Confused, she closed the door and locked it, again taking the box into the living room. Opening it, she was hit by the smell of fresh pizza which sat in a foil box; an envelope addressed to her stuck to it, and she opened it with a frown. Maybe Alecks had taken her words about needing to bake or starve to heart.

"I'm sure the hospital food wouldn't have tasted quite so bad if you were there to share it. I'm home now, though, and somehow the pizza already tastes better because I'm sharing it with you. Please call me, or at least answer your phone, Kaeden."

Maggie opened the foil box and found half a margarita pizza and half of a small loaf of garlic bread. She laughed and shook her head, picking up a piece and biting into it. 'Waste not want not,' she thought. It was the nicest thing she had tasted in weeks, and she took another large bite before picking up a smaller box, about the size of a shoebox that was nestled in with the foil box of food. She opened it and found a bear dressed as a world war one pilot with the bomber jacket, leather cap and goggles. Wiping her hands on the napkin thoughtfully provided, she picked it up and held it as she read the small card attached to it. "Talk to me, please, K."

"You," she said to the bear, "I can talk to. Him," she tapped the card, "not so much." She picked up the pizza and took another bite. She knew she should at least thank him for the gifts, even if they were pity gifts for an ugly duckling who just happened to be awake when he crashed his plane. Sitting the bear on the couch beside her, she picked up her phone and turned it on. She saw how many missed called there was when it wouldn't stop buzzing. She read the texts first and then listened to the only message he had left, enjoying the sound of his smooth voice. The phone came to life in her hands, and she stared at it until it stopped, then she turned to the bear sitting beside her.

"I'm sure every other girl he knows falls for his charming ways, but I am not like them. I know who I am and what I am," she said stiffly, as the bear stared back at her with its bright blue eyes. "He probably has a cupboard full of your clones that he ships out to whatever girl he's trying to charm on any given day." She looked at her phone and began to type in a text.

"Thank you for the kind gifts. While appreciated and enjoyed, they were unnecessary. Please stop calling, I am not one of those girls you can charm into whatever it is that you want from me. Goodnight, Kaeden." She hit send and felt good about keeping the emotion she felt out of the text.

"No, not until you explain what happened," came the text response, and her phone began to sing out its soft tune again. Shaking her head she turned it off.

"No means no," she told the bear. She turned the television on and finished the pizza. She hadn't realised how hungry she was. Elena would have lectured her about being a pig and all of the calories.
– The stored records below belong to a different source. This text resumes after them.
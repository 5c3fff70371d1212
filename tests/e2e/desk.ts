import type { Locator, Page } from 'playwright-core';

export type DemoRole = 'owner' | 'architect' | 'reviewer' | 'presales' | 'installer';

/** Signs in as one of the demo's people by one press and lands on the engagements. */
export const signInAs = async (page: Page, role: DemoRole): Promise<void> => {
  await page.goto('/');
  await page.getByRole('button', { name: new RegExp(`^${role}\\b`, 'i') }).click();
  await page.getByRole('heading', { name: 'Engagements' }).waitFor();
};

/** Makes a design of one's own and opens it. */
export const newDesign = async (
  page: Page,
  title: string,
  from: 'Empty sheet' | 'Stretch' | 'Demo' = 'Empty sheet',
): Promise<void> => {
  await page.getByRole('main').getByRole('button', { name: 'New design' }).first().click();
  const dialog = page.getByRole('dialog');
  await dialog.getByText(from, { exact: true }).click();
  await dialog.getByLabel('Title').fill(title);
  await dialog.getByRole('button', { name: 'Create and open' }).click();
  await page.locator('.sheet-canvas').waitFor();
};

export const node = (page: Page, id: string): Locator => page.locator(`.react-flow__node[data-id="${id}"]`);
export const nodes = (page: Page, type: string): Locator => page.locator(`.react-flow__node-${type}`);

export interface Spot {
  readonly x: number;
  readonly y: number;
}

/** The middle of an element on screen. */
export const middleOf = async (target: Locator): Promise<Spot> => {
  const box = await target.boundingBox();
  if (box === null) throw new Error('It is not on screen.');
  return { x: box.x + box.width / 2, y: box.y + box.height / 2 };
};

/** Drags from one place to another in steps, as a hand does. */
export const drag = async (page: Page, from: Spot, to: Spot): Promise<void> => {
  await page.mouse.move(from.x, from.y);
  await page.mouse.down();
  await page.mouse.move((from.x + to.x) / 2, (from.y + to.y) / 2, { steps: 6 });
  await page.mouse.move(to.x, to.y, { steps: 6 });
  await page.mouse.up();
};

/** Puts a part of the tray down at a place of the canvas, given as shares of its width and height. */
export const placePart = async (page: Page, part: string, share: Spot): Promise<void> => {
  const canvas = await page.locator('.sheet-canvas').boundingBox();
  await page
    .getByRole('complementary', { name: 'Parts' })
    .getByRole('button', { name: part, exact: true })
    .click();
  await page.mouse.click(canvas!.x + canvas!.width * share.x, canvas!.y + canvas!.height * share.y);
};

/** Waits until the bar says that everything is saved. */
export const saved = (page: Page): Promise<void> => page.getByText('Saved', { exact: true }).waitFor();

/** Waits until the sheet, which keeps itself fitted to its room, has stopped gliding. */
export const atRest = async (page: Page): Promise<void> => {
  const where = () => page.locator('.react-flow__viewport').getAttribute('style');
  let [before, now] = [await where(), ''];
  for (let quiet = 0; quiet < 3; quiet = now === before ? quiet + 1 : 0) {
    before = now;
    await page.waitForTimeout(150);
    now = (await where()) ?? '';
  }
};

/** Opens the drawer under the sheet unless it stands open. */
export const openDrawer = async (page: Page): Promise<void> => {
  const shut = page.getByRole('button', { name: 'Open the drawer' });
  if ((await shut.count()) === 0) return;
  await shut.click();
  await atRest(page);
};

/** The rows of the findings list that say something. */
export const finding = (page: Page, words: RegExp): Locator =>
  page.getByRole('list', { name: 'Findings' }).getByRole('listitem').filter({ hasText: words });

/** The design as the server has it now. */
export const storedDesign = async (
  page: Page,
): Promise<{ readonly [collection: string]: { readonly [id: string]: never } }> => {
  const id = /\/designs\/([^/?]+)/.exec(page.url())![1]!;
  const answer = await page.request.get(`/api/designs/${id}`);
  return ((await answer.json()) as { document: never }).document;
};
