import { expect, test } from 'vitest';
import { applyPatch } from '../../../src/engine/model/merge-patch.ts';
import { toldWords } from '../../../src/features/presence/told-words.ts';
import { pairDesign } from '../../support/designs.ts';

const before = pairDesign();
const { a } = before.tunnels['tn-s0-s1-a']!;
const after = applyPatch(before, { tunnels: { 'tn-s0-s1-a': { a: { vni: 10_777 } } } });
const by = 'Noor Okafor';

test('names who changed the same later, and what it was before and is now', () => {
  const words = toldWords({ kind: 'settled', stands: 'theirs', by, before, after });
  expect(words).toMatch(/^Noor Okafor changed the same after you\. VNI of tunnel /);
  expect(words).toContain(`${a.vni} → 10777`);
});

test('says that one’s own edit stands where it came last', () => {
  expect(toldWords({ kind: 'settled', stands: 'mine', by, before, after })).toMatch(
    /^Noor Okafor changed the same just before you; yours stands\. VNI of tunnel /,
  );
});

test('says nothing where both did the same', () => {
  expect(toldWords({ kind: 'settled', stands: 'theirs', by, before, after: before })).toBeUndefined();
});

test('says why a step is not taken back', () => {
  expect(toldWords({ kind: 'taken-over', label: 'Set VNI', by })).toBe(
    "Nothing taken back: Noor Okafor has since changed what 'Set VNI' did.",
  );
});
She could hear the high pitched nasally voice of Elena in her mind, "It's no wonder you're so fat," she grimaced at the bear and pulled it onto her lap, enjoying the softness of it.

At nine thirty, an hour after the first delivery, she opened her door, ready to scold Ravi who she had seen through the door crack and found only another box. She looked up and watched Ravi's car disappear down her driveway. Taking the box inside she opened it, finding a dozen small pots of Ben and Jerry's ice cream and another note:

"I forgot to send dessert, and I wasn't sure what flavour was your favourite, so here are some of mine. Could you call and tell me which one is yours? Kaeden."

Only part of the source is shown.